No report from US embassy about Delhi's air pollution: Govt
Government on Thrusday denied having received any report from the US embassy about Delhi's air pollution level, but admitted that air quality deteriorates during Diwali.
New Delhi: Government on Thrusday denied having received any report from the US embassy about Delhi's air pollution level, but admitted that air quality deteriorates during Diwali.
"The government has not received any such report from US embassy at Chanakyapuri in New Delhi," Minister of State for Home Kiren Rijiju said during Question Hour in Rajya Sabha.
On behalf of Environment Minister Prakash Javadekar, who is now in Peru, Rijiju was answering a question on whether US embassy's pollution monitor here showed very unhealthy pollution levels in the national capital.

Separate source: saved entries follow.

import type { Measured } from '../uncertainty/Measured.ts';
import { calibrateAgainstFringeOrder } from './calibrateAgainstFringeOrder.ts';
import type { FringeValueCalibration } from './FringeValueCalibration.ts';

export interface DiskCalibrationInput {
  /** Total diametral load on the disk (whole thickness), N. */
  loadN: Measured;
  diameterMm: Measured;
  /** Fringe order at the disk centre. */
  fringeOrder: Measured;
  wavelengthNm: number;
}

/**
 * Disk in diametral compression: at the centre σx = 2P/(πDt), σy = −6P/(πDt), so
 * σ1 − σ2 = 8P/(πDt) and, with the stress-optic law, fσ = 8P/(πDN). The thickness cancels.
 * GUM propagation of u(P), u(D), u(N).
 *
 * @example
 * fringeValueFromDisk({ loadN: { value: 1200, uncertainty: 6 }, diameterMm: { value: 50, uncertainty: 0.02 },
 *   fringeOrder: { value: 5.5, uncertainty: 0.02 }, wavelengthNm: 577 });
 * // { defined: true, fringeValueNPerMm: { value: 11.112, uncertainty: 0.0688 }, wavelengthNm: 577,
 * //   formula: 'disk centre: fσ = 8P/(πDN)' }
 */
export function fringeValueFromDisk(input: DiskCalibrationInput): FringeValueCalibration {
  return calibrateAgainstFringeOrder(
    'disk centre: fσ = 8P/(πDN)',
    8 / Math.PI,
    [
      { field: 'loadN', measured: input.loadN, exponent: 1 },
      { field: 'diameterMm', measured: input.diameterMm, exponent: -1 },
    ],
    input.fringeOrder,
    input.wavelengthNm,
  );
}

"However, as per newspaper reports quoting US embassy's website, it was claimed that the air in Delhi was very unhealthy on October 29, 2014 on the standards of Air Quality Index (AQI) which is followed in USA. Indian standards for monitoring air quality are comprehensive and different from that of USA," he said.
Admitting that air pollution escalates in Delhi during Diwali, Rijiju said the Delhi government runs anti-cracker campaign through eco-clubs in schools and undertakes public awareness.
"Ambient air quality is monitored in Delhi by Delhi Pollution Control Committee and Central Pollution Control Board during Diwali festival every year," he said.
In this regard, he said government was committed to implementing the direction of National Green Tribunal that vehicles over 15 years old should not run in Delhi.
He also said government has taken various measures to contain air pollution in Delhi such as supply of cleaner fuels, use of beneficiated coal in thermal power plants of Delhi and promoting public transport.
Replying to a separate question, Rijiju said government
was not contemplating amending any provision of the Forest Rights Act that requires prior consent of Gram Sabhas before their forests are cleared for industrial activity.
He said in case of a deviation in the Act, it would be taken care of by the Ministry of Tribal Affairs, which pilots the Act.
Trashing reports about moves to amend the Act, he said it could be because of "some confusions and perceptions."
Meanwhile, to a query on India's stand on climate change, he said India and other developing nations were of the view that developed countries must fulfill their commitments under United Nations Framework Convention on Climate Change and "India is not deviating from its position."
Under the convention, developed countries were supposed to provide resources to developing countries to enable them to undertake actions for mitigation and adaptation arising out of climate change.